#### EXERCISE DESCRIPTION
Start at the line in the entries below that contains "from ..review import", stop at the line that contains "inputs.parts_list, method), found", and output exactly the lines in that span, both ends included.

(Entries taken from a collection)
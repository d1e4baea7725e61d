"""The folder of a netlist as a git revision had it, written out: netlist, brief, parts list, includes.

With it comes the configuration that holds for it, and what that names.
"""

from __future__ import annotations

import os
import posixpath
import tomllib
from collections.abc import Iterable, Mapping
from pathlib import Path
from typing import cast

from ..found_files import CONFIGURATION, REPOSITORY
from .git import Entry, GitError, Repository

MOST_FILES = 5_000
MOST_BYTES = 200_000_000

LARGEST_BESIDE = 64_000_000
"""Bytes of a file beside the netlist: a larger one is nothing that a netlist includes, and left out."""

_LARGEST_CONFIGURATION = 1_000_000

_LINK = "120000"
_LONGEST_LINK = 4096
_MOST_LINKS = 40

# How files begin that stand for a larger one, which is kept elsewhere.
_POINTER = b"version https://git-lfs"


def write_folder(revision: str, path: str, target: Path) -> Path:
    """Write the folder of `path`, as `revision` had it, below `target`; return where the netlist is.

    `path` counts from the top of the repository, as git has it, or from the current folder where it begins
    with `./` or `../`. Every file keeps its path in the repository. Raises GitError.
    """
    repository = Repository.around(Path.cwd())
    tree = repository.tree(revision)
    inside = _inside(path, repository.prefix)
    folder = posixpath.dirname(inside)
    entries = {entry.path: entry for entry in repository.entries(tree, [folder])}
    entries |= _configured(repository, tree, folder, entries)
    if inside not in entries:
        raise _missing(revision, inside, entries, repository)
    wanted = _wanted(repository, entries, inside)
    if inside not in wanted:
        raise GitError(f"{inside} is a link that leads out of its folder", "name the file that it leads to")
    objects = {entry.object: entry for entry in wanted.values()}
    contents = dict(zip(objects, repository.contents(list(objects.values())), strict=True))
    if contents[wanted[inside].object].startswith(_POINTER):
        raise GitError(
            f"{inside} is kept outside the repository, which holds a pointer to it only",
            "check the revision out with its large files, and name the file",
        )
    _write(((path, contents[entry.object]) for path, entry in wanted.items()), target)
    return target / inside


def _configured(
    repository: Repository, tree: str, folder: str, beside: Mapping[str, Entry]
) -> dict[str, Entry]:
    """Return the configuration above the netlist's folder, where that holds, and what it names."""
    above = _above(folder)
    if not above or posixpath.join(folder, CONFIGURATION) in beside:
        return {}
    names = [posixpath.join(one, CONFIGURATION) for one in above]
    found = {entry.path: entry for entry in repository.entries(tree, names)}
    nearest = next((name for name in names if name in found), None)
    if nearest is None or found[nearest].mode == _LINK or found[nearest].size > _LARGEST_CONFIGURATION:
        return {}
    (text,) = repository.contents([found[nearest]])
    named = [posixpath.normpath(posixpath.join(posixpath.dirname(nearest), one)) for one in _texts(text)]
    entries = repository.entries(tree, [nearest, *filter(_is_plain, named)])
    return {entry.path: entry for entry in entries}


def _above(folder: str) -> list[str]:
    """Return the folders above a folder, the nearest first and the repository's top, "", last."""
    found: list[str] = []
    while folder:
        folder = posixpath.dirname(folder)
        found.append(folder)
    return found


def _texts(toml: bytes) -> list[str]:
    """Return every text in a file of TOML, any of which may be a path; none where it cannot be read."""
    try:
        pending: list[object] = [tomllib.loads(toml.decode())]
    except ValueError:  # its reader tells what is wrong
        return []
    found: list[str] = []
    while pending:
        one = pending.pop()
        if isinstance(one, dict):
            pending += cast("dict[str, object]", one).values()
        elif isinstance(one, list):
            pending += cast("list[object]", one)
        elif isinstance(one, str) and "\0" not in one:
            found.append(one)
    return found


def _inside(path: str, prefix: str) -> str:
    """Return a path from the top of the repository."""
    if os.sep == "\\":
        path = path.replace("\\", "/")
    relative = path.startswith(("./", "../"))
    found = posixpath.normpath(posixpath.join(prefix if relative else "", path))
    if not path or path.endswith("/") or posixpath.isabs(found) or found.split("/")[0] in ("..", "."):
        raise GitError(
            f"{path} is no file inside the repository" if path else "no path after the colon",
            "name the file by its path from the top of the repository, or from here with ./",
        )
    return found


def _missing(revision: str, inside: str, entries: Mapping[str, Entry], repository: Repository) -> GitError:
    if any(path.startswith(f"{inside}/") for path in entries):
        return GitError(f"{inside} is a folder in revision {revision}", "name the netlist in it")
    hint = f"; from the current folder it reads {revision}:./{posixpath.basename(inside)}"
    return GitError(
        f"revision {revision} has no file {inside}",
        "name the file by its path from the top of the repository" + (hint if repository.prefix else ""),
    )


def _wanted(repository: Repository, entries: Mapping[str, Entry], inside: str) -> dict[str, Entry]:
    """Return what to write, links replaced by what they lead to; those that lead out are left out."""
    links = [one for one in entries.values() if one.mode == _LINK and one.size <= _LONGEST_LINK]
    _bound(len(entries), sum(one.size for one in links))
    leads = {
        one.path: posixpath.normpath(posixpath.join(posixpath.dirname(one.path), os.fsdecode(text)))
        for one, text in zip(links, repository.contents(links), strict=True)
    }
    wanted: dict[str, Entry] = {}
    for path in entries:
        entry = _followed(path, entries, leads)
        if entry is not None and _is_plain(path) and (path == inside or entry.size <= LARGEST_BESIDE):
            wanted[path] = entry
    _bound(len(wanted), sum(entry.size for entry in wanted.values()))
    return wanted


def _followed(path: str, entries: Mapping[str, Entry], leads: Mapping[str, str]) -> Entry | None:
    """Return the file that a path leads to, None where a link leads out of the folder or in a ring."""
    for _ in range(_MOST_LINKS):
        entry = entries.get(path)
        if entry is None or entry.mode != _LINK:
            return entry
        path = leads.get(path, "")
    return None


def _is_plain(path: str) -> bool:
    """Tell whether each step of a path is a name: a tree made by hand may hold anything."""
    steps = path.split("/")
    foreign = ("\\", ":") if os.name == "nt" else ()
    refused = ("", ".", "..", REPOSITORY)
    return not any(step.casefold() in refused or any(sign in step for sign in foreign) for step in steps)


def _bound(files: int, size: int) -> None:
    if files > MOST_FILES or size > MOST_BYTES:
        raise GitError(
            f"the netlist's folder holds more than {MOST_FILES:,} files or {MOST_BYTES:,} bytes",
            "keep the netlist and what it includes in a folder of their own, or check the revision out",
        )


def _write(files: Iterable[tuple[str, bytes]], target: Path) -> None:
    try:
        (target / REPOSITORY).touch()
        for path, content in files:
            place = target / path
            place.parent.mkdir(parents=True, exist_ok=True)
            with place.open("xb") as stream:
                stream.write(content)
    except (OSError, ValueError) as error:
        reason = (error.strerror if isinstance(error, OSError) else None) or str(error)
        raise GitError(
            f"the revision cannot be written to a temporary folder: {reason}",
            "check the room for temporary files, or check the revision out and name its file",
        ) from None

--

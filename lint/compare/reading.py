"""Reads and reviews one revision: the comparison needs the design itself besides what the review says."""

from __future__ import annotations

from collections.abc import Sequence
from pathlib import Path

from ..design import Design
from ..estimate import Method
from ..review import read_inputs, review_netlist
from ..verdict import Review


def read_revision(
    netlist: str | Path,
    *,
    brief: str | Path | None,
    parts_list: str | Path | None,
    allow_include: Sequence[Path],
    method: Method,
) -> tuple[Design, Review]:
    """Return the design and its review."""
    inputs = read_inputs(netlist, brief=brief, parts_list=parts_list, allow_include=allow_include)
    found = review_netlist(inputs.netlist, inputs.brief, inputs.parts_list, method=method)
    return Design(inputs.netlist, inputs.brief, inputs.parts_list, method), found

---

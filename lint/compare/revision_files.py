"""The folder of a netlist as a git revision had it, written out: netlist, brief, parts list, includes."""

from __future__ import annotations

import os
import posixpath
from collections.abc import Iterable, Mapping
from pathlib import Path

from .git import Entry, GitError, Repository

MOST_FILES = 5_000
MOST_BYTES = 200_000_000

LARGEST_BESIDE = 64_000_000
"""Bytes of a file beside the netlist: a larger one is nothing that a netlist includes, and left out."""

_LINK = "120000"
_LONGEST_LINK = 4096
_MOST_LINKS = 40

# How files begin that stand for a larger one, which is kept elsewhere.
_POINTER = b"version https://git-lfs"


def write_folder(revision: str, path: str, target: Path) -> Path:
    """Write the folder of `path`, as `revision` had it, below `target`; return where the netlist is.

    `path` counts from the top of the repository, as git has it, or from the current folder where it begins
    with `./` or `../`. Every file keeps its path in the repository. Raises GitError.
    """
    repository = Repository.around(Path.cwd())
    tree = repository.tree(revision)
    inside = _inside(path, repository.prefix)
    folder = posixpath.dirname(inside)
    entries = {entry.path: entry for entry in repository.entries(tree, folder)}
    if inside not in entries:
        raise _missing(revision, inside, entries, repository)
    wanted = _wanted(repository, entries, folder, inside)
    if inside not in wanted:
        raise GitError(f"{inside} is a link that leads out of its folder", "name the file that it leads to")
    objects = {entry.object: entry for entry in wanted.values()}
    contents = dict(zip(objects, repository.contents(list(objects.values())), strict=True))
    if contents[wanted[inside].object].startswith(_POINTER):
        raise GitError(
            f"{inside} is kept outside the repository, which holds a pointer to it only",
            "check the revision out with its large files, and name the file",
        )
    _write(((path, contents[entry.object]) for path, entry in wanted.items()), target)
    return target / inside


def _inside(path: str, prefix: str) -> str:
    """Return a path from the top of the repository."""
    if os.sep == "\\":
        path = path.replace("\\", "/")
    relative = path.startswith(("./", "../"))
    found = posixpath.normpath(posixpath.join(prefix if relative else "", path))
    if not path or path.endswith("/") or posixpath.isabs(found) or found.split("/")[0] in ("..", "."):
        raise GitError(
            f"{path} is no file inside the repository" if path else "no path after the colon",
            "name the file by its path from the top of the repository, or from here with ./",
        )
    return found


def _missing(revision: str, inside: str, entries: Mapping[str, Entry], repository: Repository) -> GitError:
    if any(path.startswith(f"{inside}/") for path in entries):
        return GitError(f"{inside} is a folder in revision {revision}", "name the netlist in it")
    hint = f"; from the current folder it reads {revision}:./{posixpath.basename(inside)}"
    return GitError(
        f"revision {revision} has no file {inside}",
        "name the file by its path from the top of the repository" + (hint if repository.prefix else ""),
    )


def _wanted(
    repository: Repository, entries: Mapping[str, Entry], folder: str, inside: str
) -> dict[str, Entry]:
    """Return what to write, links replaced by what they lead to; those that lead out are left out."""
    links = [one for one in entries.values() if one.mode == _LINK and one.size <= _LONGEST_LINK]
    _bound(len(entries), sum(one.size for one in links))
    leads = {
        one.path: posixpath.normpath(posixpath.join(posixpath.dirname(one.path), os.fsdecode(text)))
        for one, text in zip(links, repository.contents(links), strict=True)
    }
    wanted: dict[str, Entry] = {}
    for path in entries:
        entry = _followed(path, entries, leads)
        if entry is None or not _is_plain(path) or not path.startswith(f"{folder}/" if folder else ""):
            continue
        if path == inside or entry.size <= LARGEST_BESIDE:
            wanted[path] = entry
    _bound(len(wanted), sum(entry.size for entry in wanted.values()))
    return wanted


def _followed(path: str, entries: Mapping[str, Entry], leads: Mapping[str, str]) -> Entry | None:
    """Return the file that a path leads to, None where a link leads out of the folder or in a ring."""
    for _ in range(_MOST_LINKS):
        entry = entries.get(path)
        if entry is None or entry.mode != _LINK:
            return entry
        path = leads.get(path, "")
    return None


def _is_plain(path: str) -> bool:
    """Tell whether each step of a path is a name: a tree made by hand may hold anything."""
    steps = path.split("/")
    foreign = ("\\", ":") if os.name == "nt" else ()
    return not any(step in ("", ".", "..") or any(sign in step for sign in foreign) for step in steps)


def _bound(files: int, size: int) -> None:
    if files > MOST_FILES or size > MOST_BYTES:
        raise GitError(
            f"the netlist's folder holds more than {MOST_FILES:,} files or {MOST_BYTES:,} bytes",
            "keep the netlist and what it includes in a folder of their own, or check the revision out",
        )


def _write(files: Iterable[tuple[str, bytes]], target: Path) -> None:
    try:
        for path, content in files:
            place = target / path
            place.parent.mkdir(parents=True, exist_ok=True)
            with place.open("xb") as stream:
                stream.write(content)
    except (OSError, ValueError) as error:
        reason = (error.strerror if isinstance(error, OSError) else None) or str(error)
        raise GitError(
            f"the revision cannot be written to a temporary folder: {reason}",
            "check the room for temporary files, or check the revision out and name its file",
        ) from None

#### OUTPUT OF THE TASK
from ..review import read_inputs, review_netlist
from ..verdict import Review


def read_revision(
    netlist: str | Path,
    *,
    brief: str | Path | None,
    parts_list: str | Path | None,
    allow_include: Sequence[Path],
    method: Method,
) -> tuple[Design, Review]:
    """Return the design and its review."""
    inputs = read_inputs(netlist, brief=brief, parts_list=parts_list, allow_include=allow_include)
    found = review_netlist(inputs.netlist, inputs.brief, inputs.parts_list, method=method)
    return Design(inputs.netlist, inputs.brief, inputs.parts_list, method), found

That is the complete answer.